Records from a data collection
****************

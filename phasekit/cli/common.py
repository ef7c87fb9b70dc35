"""Shared pieces of the ``phasekit`` subcommands: exit codes, brine options, output.

Every subcommand builds a :class:`Report` (key values, tables, warnings, optionally a figure) and
:func:`emit` writes it as a readable table (default), CSV, JSON or XLSX, to stdout or ``--output``.
"""

from __future__ import annotations

import argparse
import io
import json
import math
import re
import sys
import textwrap
from collections.abc import Callable
from dataclasses import dataclass, field
from pathlib import Path
from typing import TYPE_CHECKING

from phasekit.errors import InputError

if TYPE_CHECKING:
    import pandas as pd

# ------------------------------------------------------------------------------------ exit codes
EXIT_OK = 0
#: a batch run finished, but some rows failed (they are in the output, marked)
EXIT_ROWS_FAILED = 1
#: bad command line or input (argparse uses 2 as well)
EXIT_INPUT = 2
#: a solver did not converge
EXIT_CONVERGENCE = 3
#: the capability is not available in this installation
EXIT_UNAVAILABLE = 4
#: an unexpected internal error (a bug: please report it with the command line)
EXIT_INTERNAL = 5
#: a path (or pond train) stopped before its end: a solver failure or the database's validity
#: limit; the rows computed up to there are written
EXIT_PARTIAL = 6

EXIT_CODES_TEXT = (
    "exit codes: 0 success; 1 batch finished but some rows failed (kept in the output, marked); "
    "2 usage or input error; 3 a solver did not converge; 4 capability not available in this "
    "installation; 5 internal error (a bug); 6 a path or pond train stopped before its end (solver failure or "
    "validity limit: the rows computed are written, the reason is on stderr and in stop_reason)"
)

UNITS_HELP = "units of the analysis: mg/kg, g/kg, mass%% (per kg of solution), mg/L, g/L (per litre), mol/kg (per kg water)"
FORMATS = ("table", "csv", "json", "xlsx")
PLOT_SUFFIXES = (".png", ".svg", ".pdf")


class Unavailable(Exception):
    """A capability that this installation does not provide (exit code 4)."""


# ------------------------------------------------------------------------------------ parser help
class HelpFormatter(argparse.RawDescriptionHelpFormatter):
    """Keeps the line breaks of epilogs (examples), wraps the rest."""

    def __init__(self, prog, indent_increment=2, max_help_position=34, width=None):
        super().__init__(prog, indent_increment, max_help_position, width)


def add_parser(sub, name: str, help_text: str, description: str, examples: list[str]):
    """A subcommand parser with its examples in the epilog."""
    epilog = "examples:\n" + "\n".join(f"  {e}" for e in examples) + "\n\n" + exit_codes_text()
    return sub.add_parser(name, help=help_text, description=textwrap.fill(description, 100), epilog=epilog,
                          formatter_class=HelpFormatter)


def exit_codes_text() -> str:
    """The exit codes, wrapped for --help."""
    return textwrap.fill(EXIT_CODES_TEXT, 100, subsequent_indent="  ")


def add_output_options(p, plot: bool = False, tables: tuple = ()) -> None:
    g = p.add_argument_group("output")
    g.add_argument("--format", choices=FORMATS, help="table (readable, default), csv, json or xlsx; "
                   "inferred from --output's suffix when omitted")
    g.add_argument("--output", "-o", metavar="FILE", help="write to FILE instead of standard output")
    if tables:
        g.add_argument("--table", choices=tables, help=f"the table to write as csv or show (default {tables[0]})")
    if plot:
        g.add_argument("--plot", metavar="FILE", help="also draw a figure to FILE (.png, .svg or .pdf)")
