"""The Allan figure: what it must show, its ticks and labels, the PNG it writes, and that
drawing it loads no matplotlib."""

from __future__ import annotations

import subprocess
import sys
from dataclasses import replace

import numpy as np
import pytest

ORANGE, LEFT_OUT, RED = (255, 127, 14), (253, 233, 201), (192, 0, 0)
TERMS = ("quantization", "white_noise", "bias_instability", "bias_random_walk", "rate_ramp")
TERM_RGB = {"quantization": (140, 86, 75), "white_noise": (31, 119, 180),
            "bias_instability": (44, 160, 44), "bias_random_walk": (214, 39, 40),
            "rate_ramp": (148, 103, 189)}


@pytest.fixture(scope="module")
def fitted():
    """Two channels of white noise plus a random walk, fitted by the static job."""
    import noisecal
    from noisecal.fit.simulate import simulate_rate

    rng = np.random.default_rng(5)
    period, n = 0.01, 16384
    cols = {name: simulate_rate(np.array([0, 1e-6, 0, k, 0]), period, n, rng)
            for name, k in (("gyro_a", 1e-9), ("gyro_b", 4e-9))}
    rec = noisecal.read(cols, period=period, units={c: "rad/s" for c in cols})
    return noisecal.static(rec, reps=20, seed=2)


def _pixels(models, dense, hadamard, title="title"):
    from noisecal.export.plot import allan_canvas

    canvas = allan_canvas(models, dense, hadamard, title)
    texts = canvas.texts()
    return canvas.pixels().astype(int), texts


def _near(rgb, color, tol=10):
    return (np.abs(rgb - np.array(color)) <= tol).all(axis=2)


def _frames(rgb, least=200):
    """Panel frames found in the image: black horizontal runs of at least ``least``
    px, grouped by their columns; a frame is a pair of such edges (top, bottom).
    Returns (left, top, right, bottom) boxes of the data areas, row by row."""
    dark = (rgb < 40).all(axis=2)
    edges: dict = {}
    for y in range(dark.shape[0]):
        row = np.concatenate(([0], dark[y].astype(np.int8), [0]))
        change = np.flatnonzero(np.diff(row))
        for x0, x1 in zip(change[::2], change[1::2]):
            if x1 - x0 >= least:
                edges.setdefault((x0, x1), []).append(y)
    boxes = []
    for (x0, x1), ys in edges.items():
        # One-pixel edges, one frame above the other: top, bottom, top, bottom...
        for top, bottom in zip(ys[::2], ys[1::2]):
            boxes.append((x0 + 1, top + 1, x1 - 1, bottom))
    return sorted(boxes, key=lambda b: (b[1], b[0]))


def _limits(dense):
    """The plot's rule for a panel's limits: the dense curve's taus, its band's
    extremes a factor 3 out."""
    return ((dense.taus[0], dense.taus[-1]),
            (np.nanmin(dense.lower) / 3.0, np.nanmax(dense.upper) * 3.0))


def _to_px(box, xlim, ylim, x, y):
    """Log mapping (common practice, no source)."""
    left, top, right, bottom = box
    fx = (np.log10(x) - np.log10(xlim[0])) / (np.log10(xlim[1]) - np.log10(xlim[0]))
    fy = (np.log10(y) - np.log10(ylim[0])) / (np.log10(ylim[1]) - np.log10(ylim[0]))
    return left + fx * (right - left), bottom - fy * (bottom - top)


def test_tick_positions_and_labels_are_matplotlibs():
    """Reference library: for the same limits, the decade ticks are those of
    matplotlib's LogLocator (every other decade beyond nine, as its default of
    nine ticks gives), the 1-2-5 ticks of a view shorter than a decade those of
    LogLocator(subs=(1, 2, 5)), and each plain-text label (10⁻³) carries the
    exponent LogFormatterSciNotation writes in mathtext."""
    from matplotlib.ticker import LogFormatterSciNotation, LogLocator

    from noisecal.export.plot import _decade, _ticks

    sup = str.maketrans("⁻⁰¹²³⁴⁵⁶⁷⁸⁹", "-0123456789")
    fmt = LogFormatterSciNotation()
    for x, y in (((2.5e-3, 1.8e3), (2.9e-6, 2.6e-3)), ((0.05, 3.4e3), (4.4e-6, 3.3e-4)),
                 ((1e-3, 2e8), (1e-12, 1e-1)), ((0.01, 5.0), (1.5e-5, 8.8e-5))):
        xmajor, ymajor, yminor = _ticks(x, y)
        for values, (lo, hi) in ((xmajor, x), (ymajor, y)):
            if hi / lo > 10:
                ref = [v for v in LogLocator(10.0, numticks=9).tick_values(lo, hi)
                       if lo <= v <= hi]
                np.testing.assert_allclose(values, ref, rtol=1e-12)
                for v in values:
                    label = _decade(v)
                    exponent = fmt(v).split("^{")[1].split("}")[0]
                    assert label.startswith("10") and label[2:].translate(sup) == exponent
        if y[1] / y[0] < 10:
            ref = [v for v in LogLocator(10.0, subs=(1.0, 2.0, 5.0)).tick_values(*y)
                   if y[0] <= v <= y[1]]
            np.testing.assert_allclose(ymajor, ref, rtol=1e-12)
            assert yminor.shape[0] == 0
            assert _decade(ymajor[0]) == "2×10⁻⁵"
        else:
            ref = [v for v in LogLocator(10.0, subs=(2.0, 5.0)).tick_values(*y)
                   if y[0] <= v <= y[1]]
            np.testing.assert_allclose(yminor, ref, rtol=1e-12)


def test_figure_written_as_rgb_png(fitted, tmp_path):
    """The PNG decodes (Pillow) at the figure's size in pixels (5.8 in a column,
    6.0 in a row + 1.1 in, 110 dpi), RGB, with its dpi; the write leaves no
    temporary file."""
    from PIL import Image

    from noisecal.export.plot import allan_figure

    path = tmp_path / "a.png"
    allan_figure(fitted.models, fitted.dense, fitted.hadamard, path, "title")
    with Image.open(path) as im:
        im.load()
        assert im.mode == "RGB"
        assert im.size == (round(5.8 * 2 * 110), round((6.0 + 1.1) * 110))
        assert im.info["dpi"] == pytest.approx((110.0, 110.0), abs=0.01)
        assert np.asarray(im).std() > 10  # something drawn
    assert [p.name for p in tmp_path.iterdir()] == ["a.png"]


def test_one_framed_panel_per_channel(fitted):
    """Five channels make five panels, three a row: five frames found in the pixels,
    at three columns and two rows (common practice, no source)."""
    models = [replace(fitted.models[i % 2], channel=f"ch{i}") for i in range(5)]
    dense = [fitted.dense[i % 2] for i in range(5)]
    had = [fitted.hadamard[i % 2] for i in range(5)]
    rgb, texts = _pixels(models, dense, had)
    boxes = _frames(rgb)
    assert len(boxes) == 5
    assert len({b[0] for b in boxes}) == 3 and len({b[1] for b in boxes}) == 2
    assert rgb.shape[:2] == (round((6.0 * 2 + 1.1) * 110), round(5.8 * 3 * 110))
    assert [t for t, _ in texts if t.startswith("ch")] == [f"ch{i}" for i in range(5)]


def _three_terms(model):
    """The fitted channel with a bias instability and a random walk added, resolved,
    so that three terms show apart from the total (the simulated data resolve only
    white noise, whose line the total covers)."""
    from noisecal.types import Estimate

    n = model.terms["white_noise"].value
    b, k = 3.7e-4, 1.1e-4  # B flat at 3e-4 rad/s, K 4e-4 rad/s at 40 s
    terms = dict(model.terms)
    terms["bias_instability"] = Estimate(b, 0.9 * b, 1.1 * b, "rad/s", "test")
    terms["bias_random_walk"] = Estimate(k, 0.9 * k, 1.1 * k, "rad/s*Hz^0.5", "test")
    return replace(model, terms=terms, coefficients=np.array([0.0, n * n, b * b, k * k, 0.0]))


def test_panel_shows_terms_model_and_points(fitted):
    """Inside the panel: the total model's orange; each resolved term's colour (a
    dashed line); an unresolved term's full colour absent (it is dotted and faint);
    filled dots at the fitted points and hollow ones at points left out, with the
    left-out span's colour; the red warning only for a failed model check; the
    term values by letter under the panel (IEEE Std 952 symbols Q, N, B, K, R)."""
    res = fitted
    model, dense, had = _three_terms(res.models[0]), res.dense[0], res.hadamard[0]
    assert model.check.consistent
    rgb, texts = _pixels([model], [dense], [had])
    (box,) = _frames(rgb)
    left, top, right, bottom = box
    inside = rgb[top:bottom, left:right]
    assert _near(inside, ORANGE, 6).sum() > 100
    for name in TERMS:
        est = model.terms[name]
        count = _near(inside, TERM_RGB[name], 6).sum()
        assert count > 30 if est.resolved else count == 0, (name, est.resolved, count)
    # The check is worth something only with both kinds of term in the panel.
    assert {model.terms[n].resolved for n in TERMS} == {True, False}
    assert _near(rgb, LEFT_OUT, 3).sum() == 0
    assert _near(rgb, RED, 12).sum() == 0
    assert not any("NOT consistent" in t for t, _ in texts)
    (block,) = [t for t, _ in texts if t.startswith("Q: ")]
    lines = block.split("\n")
    assert [line.split(":")[0] for line in lines] == ["Q", "N", "B", "K", "R"]
    for line, name in zip(lines, TERMS):
        est = model.terms[name]
        assert (f"{est.value:.3g} [{est.lower:.3g}, {est.upper:.3g}]" if est.resolved
                else f"< {est.upper:.3g}") in line and line.endswith(est.unit)

    # The same channel with its first three points left out and a failed check.
    used = np.ones(model.curve.taus.shape[0], dtype=bool)
    used[:3] = False
    failed = replace(model, fit=replace(model.fit, used=used),
                     check=replace(model.check, consistent=False,
                                   cause="points below the model at short taus"))
    rgb2, texts2 = _pixels([failed], [dense], [had])
    inside2 = rgb2[top:bottom, left:right]
    shade = np.argwhere(_near(inside2, LEFT_OUT, 3))
    assert shade.shape[0] > 500
    xlim, ylim = _limits(dense)
    start, _ = _to_px(box, xlim, ylim, model.curve.taus[3], 1.0)
    assert shade[:, 1].max() + left < start  # the span ends before the first fitted tau
    assert _near(rgb2, RED, 12).sum() > 5
    assert any(t.startswith("model check: NOT consistent") and c == RED for t, c in texts2)
    assert any(t.startswith("left out of the fit:\nsensor's low-pass") for t, _ in texts2)
    # Centre pixel of each marker: white in a hollow one; in a filled one black (or
    # the orange model drawn over it), never white.
    px, py = _to_px(box, xlim, ylim, model.curve.taus, model.curve.dev)
    checked = 0
    for i in range(3):
        y, x = int(py[i]), int(px[i])
        if left + 3 <= x < right - 3 and top + 3 <= y < bottom - 3:
            assert rgb2[y, x].min() > 180, (i, rgb2[y, x])
            assert rgb[y, x].min() < 60, (i, rgb[y, x])
            checked += 1
    assert checked >= 2


def test_legend_names_every_style_and_term_symbol(fitted):
    """One legend for the figure names each line style and the five terms with their
    IEEE Std 952 symbols (Q, N, B, K, R), once per figure whatever the panel count."""
    models = [replace(fitted.models[0], channel=f"c{i}") for i in range(3)]
    _, texts = _pixels(models, [fitted.dense[0]] * 3, [fitted.hadamard[0]] * 3)
    said = [t for t, _ in texts]
    for label in ("quantization Q", "white noise N", "bias instability B",
                  "bias random walk K", "rate ramp R", "95 % interval", "overlapping ADEV",
                  "fitted model", "points left out of the fit"):
        assert said.count(label) == 1, label


def test_html_panel_is_one_panel_png(fitted):
    """The report's one-channel figure: one framed panel, PNG at 6.4 × 8.4 in and
    110 dpi (common practice, no source)."""
    import io

    from PIL import Image

    from noisecal.export.html.figures import allan_panel

    png = allan_panel(fitted.models[1], fitted.dense[1], fitted.hadamard[1])
    with Image.open(io.BytesIO(png)) as im:
        im.load()
        assert im.size == (round(6.4 * 110), round(8.4 * 110))
        assert len(_frames(np.asarray(im).astype(int))) == 1


def test_static_job_draws_without_matplotlib(tmp_path):
    """The static job writes its Allan figure and its HTML report (one panel a
    channel) without importing matplotlib, which cost 0.2 s of a fresh process
    before it drew anything: common practice, no source."""
    from tests.conftest import rate_csv

    rng = np.random.default_rng(8)
    csv = rate_csv(tmp_path / "rec.csv", 1e-3 * rng.standard_normal(8192), 0.01)
    out, png, html = (tmp_path / n for n in ("s.yaml", "s.png", "s.html"))
    code = ("import sys\n"
            "from noisecal.jobs.static import run_static\n"
            f"run_static({str(csv)!r}, {str(out)!r}, {str(png)!r}, reps=20, quiet=True, "
            f"report={str(html)!r})\n"
            "print(' '.join(k for k in ('matplotlib', 'matplotlib.pyplot') if k in sys.modules))")
    run = subprocess.run([sys.executable, "-c", code], capture_output=True, text=True)
    assert run.returncode == 0, run.stderr
    assert run.stdout.strip() == ""
    assert png.stat().st_size > 10_000 and "data:image/png;base64," in html.read_text()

****************

WORK ITEM » Retype the portion of the data above that starts on the line with "ylim, model.curve.taus, model.curve.dev)" and finishes on the line with "assert rgb2[y, x].min()", including both of those lines.

OUTPUT FOR THIS EXERCISE »
    px, py = _to_px(box, xlim, ylim, model.curve.taus, model.curve.dev)
    checked = 0
    for i in range(3):
        y, x = int(py[i]), int(px[i])
        if left + 3 <= x < right - 3 and top + 3 <= y < bottom - 3:
            assert rgb2[y, x].min() > 180, (i, rgb2[y, x])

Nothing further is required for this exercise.